A platform team running ~40 service charts off a shared common library shipped a “harmless” fix: renaming the selector helper from common.selectorLabels to common.matchLabels and bumping the library to 2.0.0. Lint passed, unit snapshots passed, ct install into kind passed — every check was green. The first production helm upgrade failed with Deployment.apps "checkout" is invalid: spec.selector: field is immutable. The new helper emitted a different spec.selector.matchLabels, and Kubernetes forbids mutating a Deployment’s selector after creation. Their CI only ever ran ct install on a clean cluster, so it never exercised the upgrade path where the immutability rule lives.

The fix had two parts. First, they froze selector labels as a contract: the library’s common.selectorLabels became append-only, asserted by a unit test that fails if the rendered key set changes.

# common/tests/selector_test.yaml
- it: selector labels are frozen (immutable contract)
  template: deployment.yaml
  asserts:
    - equal:
        path: spec.selector.matchLabels
        value:
          app.kubernetes.io/name: checkout
          app.kubernetes.io/instance: RELEASE-NAME

Second, they added an upgrade gate to ct so CI installs the chart, then upgrades over it before tearing down:

# ct.yaml
upgrade: true

ct install --upgrade deploys the chart’s previous released version first, then upgrades to the PR’s version, catching exactly the immutable-field class of break that a from-scratch install hides. The lesson: green local renders prove a chart installs; only an upgrade-over-previous test proves it upgrades.

Verify

Run these against a chart before you trust it:

# 1. Schema + lint pass cleanly, strictly
helm lint ./myapp --strict

# 2. Templates render with defaults AND with a real prod values file
helm template myapp ./myapp -f prod-values.yaml > /tmp/rendered.yaml
test -s /tmp/rendered.yaml && echo "rendered OK"

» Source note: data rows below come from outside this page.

import { AnalysisError } from './analysis-error';
import { inRange, lengthFromZero, nanometres, positiveLength } from './check-input';
import type { LaserAccuracy, LevelCheckResult, TwoPegResult } from './types';
import type { Nm } from './units';

/**
 * Two-peg test: from midway the true difference b − a, from off centre the observed one; what it gained with distance is the line's error.
 *
 * errorPerLength = (observed − true) / (distanceB − distanceA), a slope, positive when the instrument reads too high, growing with distance; the
 * corrected readings are those off centre less slope · distance. One axis only: a rotating laser is tested along each of two.
 *
 * Source: NAVEDTRA 14070, on Fig. 6-3 (instrument close to one peg); general form by the same proportion.
 * @throws AnalysisError 'equal-distances' | 'not-finite' | 'negative' | 'out-of-range'
 */
export function twoPegTest(input: {
  atMidpoint: { a: Nm; b: Nm };
  offCentre: { a: Nm; b: Nm; distanceA: Nm; distanceB: Nm };
}): TwoPegResult {
  const { atMidpoint, offCentre } = input;
  const trueDifference = nanometres('atMidpoint.b', atMidpoint.b) - nanometres('atMidpoint.a', atMidpoint.a);
  const a = nanometres('offCentre.a', offCentre.a);
  const b = nanometres('offCentre.b', offCentre.b);
  const distanceA = lengthFromZero('distanceA', offCentre.distanceA);
  const distanceB = lengthFromZero('distanceB', offCentre.distanceB);
  if (distanceA === distanceB) {
    throw new AnalysisError('equal-distances', 'From equal distances no error of the line can be seen.', {
      distanceA,
      distanceB,
    });
  }
  const errorPerLength = inRange('errorPerLength', (b - a - trueDifference) / (distanceB - distanceA));
  return {
    errorPerLength,
    correctedA: inRange('correctedA', a - errorPerLength * distanceA),
    correctedB: inRange('correctedB', b - errorPerLength * distanceB),
  };
}

/**
 * Level check: two far marks read, the laser turned half round on the same spot, and both read again.
 *
 * Differences are c − a. The true one is the mean of both; `error` is half of first − turned, positive when the first setting read c too high;
 * `slope` is that over the distance between the marks. Judged against stated accuracy × distance ÷ at, the limit itself being within. It sees only
 * tilt along the line of the marks: two lines, roughly square, see it all.
 * @throws AnalysisError 'not-finite' | 'negative' | 'not-positive' | 'out-of-range'
 */
export function levelCheck(input: {
  first: { a: Nm; c: Nm };
  turned: { a: Nm; c: Nm };
  distance: Nm;
  laser: LaserAccuracy;
}): LevelCheckResult {
  const first = nanometres('first.c', input.first.c) - nanometres('first.a', input.first.a);
  const turned = nanometres('turned.c', input.turned.c) - nanometres('turned.a', input.turned.a);
  const distance = positiveLength('distance', input.distance);
  const accuracy = lengthFromZero('accuracy', input.laser.accuracy);
  const at = positiveLength('at', input.laser.at);
  const error = inRange('error', (first - turned) / 2);
  return {
    error,
    slope: inRange('slope', error / distance),
    trueDifference: inRange('trueDifference', (first + turned) / 2),
    withinStated: withinStated(error, accuracy, distance, at),
  };
}

/** |error| ≤ accuracy · distance ÷ at; equality survives the rounding of the products. */
function withinStated(error: Nm, accuracy: Nm, distance: Nm, at: Nm): boolean {
  const allowed = (accuracy * distance) / at;
  return Math.abs(error) <= allowed * (1 + 4 * Number.EPSILON);
}
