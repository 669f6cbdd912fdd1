import { catalogues, type Family } from '@/hooks/i18n/catalogues';
import { chooseLanguage } from '@/hooks/i18n/i18n';
import { ERROR_STATUS } from '@/shared/error-codes';

type Tree = { [key: string]: string | Tree };

function leaves(tree: Tree, path = ''): [string, string][] {
  return Object.entries(tree).flatMap(([key, value]) =>
    typeof value === 'string' ? [[`${path}${key}`, value] satisfies [string, string]] : leaves(value, `${path}${key}.`),
  );
}

const places = (text: string) => [...text.matchAll(/\{\{\s*(\w+)[^}]*\}\}/g)].map((match) => match[1] ?? '').sort();
const tags = (text: string) => [...text.matchAll(/<\/?(\w+)\s*\/?>/g)].map((match) => match[0]).sort();
const families = Object.keys(catalogues.en).filter((name): name is Family => name in catalogues.es);

test('both languages have the same screen families', () => {
  expect(Object.keys(catalogues.es)).toEqual(Object.keys(catalogues.en));
});

describe.each(families)('%s', (family) => {
  const en = leaves(catalogues.en[family]);
  const es = new Map(leaves(catalogues.es[family]));

  test('has the same keys in English and Spanish', () => {
    expect([...es.keys()].sort()).toEqual(en.map(([key]) => key).sort());
  });

  test('puts the same names into each sentence in both, and the same elements', () => {
    const differing = en.filter(([key, text]) => {
      const other = es.get(key) ?? '';
      return places(text).join() !== places(other).join() || tags(text).join() !== tags(other).join();
    });
    expect(differing).toEqual([]);
  });

  test('leaves no sentence empty, shouts nothing and says no "Oops"', () => {
    const bad = [...en, ...es].filter(([, text]) => text.trim() === '' || /[!¡]|\boops\b/i.test(text));
    expect(bad).toEqual([]);
  });
});

test('every way in which the server refuses has its sentence', () => {
  expect(Object.keys(ERROR_STATUS).filter((code) => !(code in catalogues.en.errors))).toEqual([]);
});

test.each([
  [['es-MX', 'en-US'], 'es'],
  [['en-GB'], 'en'],
  [['fr-CA', 'es'], 'es'],
  [['fr'], 'en'],
  [[], 'en'],
])('a phone that asks for %j is spoken to in %s', (asked, language) => {
  expect(chooseLanguage(asked)).toBe(language);
});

# 3. Bad input is rejected by the schema (expect a non-zero exit)
helm template myapp ./myapp --set replicaCount=0 ; echo "exit=$?"

# 4. Unit snapshots pass
helm unittest ./myapp

# 5. The rendered output is valid against the live API (dry run)
helm install myapp ./myapp --dry-run=server -f prod-values.yaml

--dry-run=server is meaningfully stronger than the default client dry run: it sends the manifests to the API server for validation (including admission), catching errors a purely local render misses.

Checklist

• Every value read by a template is present and documented in values.yaml
• values.schema.json covers required keys, types, and enums
• Name and label helpers live in _helpers.tpl and trunc to 63 chars
• Cross-field rules enforced with required / fail, not left to the schema
• Chart.lock is committed and dependencies use pinned versions
• helm lint --strict and helm unittest run on every PR
• ct install deploys each changed chart into a kind cluster in CI
• Charts are signed (PGP provenance and/or cosign) before push to OCI
• Production upgrades use helm diff then --atomic --timeout
• CRD updates are applied deliberately, never assumed from crds/

Pitfalls

• Treating global as a convenience. Every global is an implicit contract with every subchart; add them sparingly and document them.
• Forgetting hooks are untracked. Without a hook-delete-policy you accumulate orphaned Jobs; without --atomic a failed hook leaves the release inconsistent.
• Assuming crds/ upgrades CRDs. It does not. Plan CRD versioning as a first-class, manual operation.
• additionalProperties: false everywhere. Strictness is great at leaves you own and painful on blocks meant to pass through to a subchart — apply it with intent.
• Skipping the server dry run. A chart that renders locally can still be rejected by admission controllers; --dry-run=server is your last cheap gate before a real install.

Next step: pull your label, selector, and image helpers into a type: library chart, version it, and publish it to your OCI registry. Once every service chart depends on the same library, fixing a labeling bug is one release instead of twenty pull requests.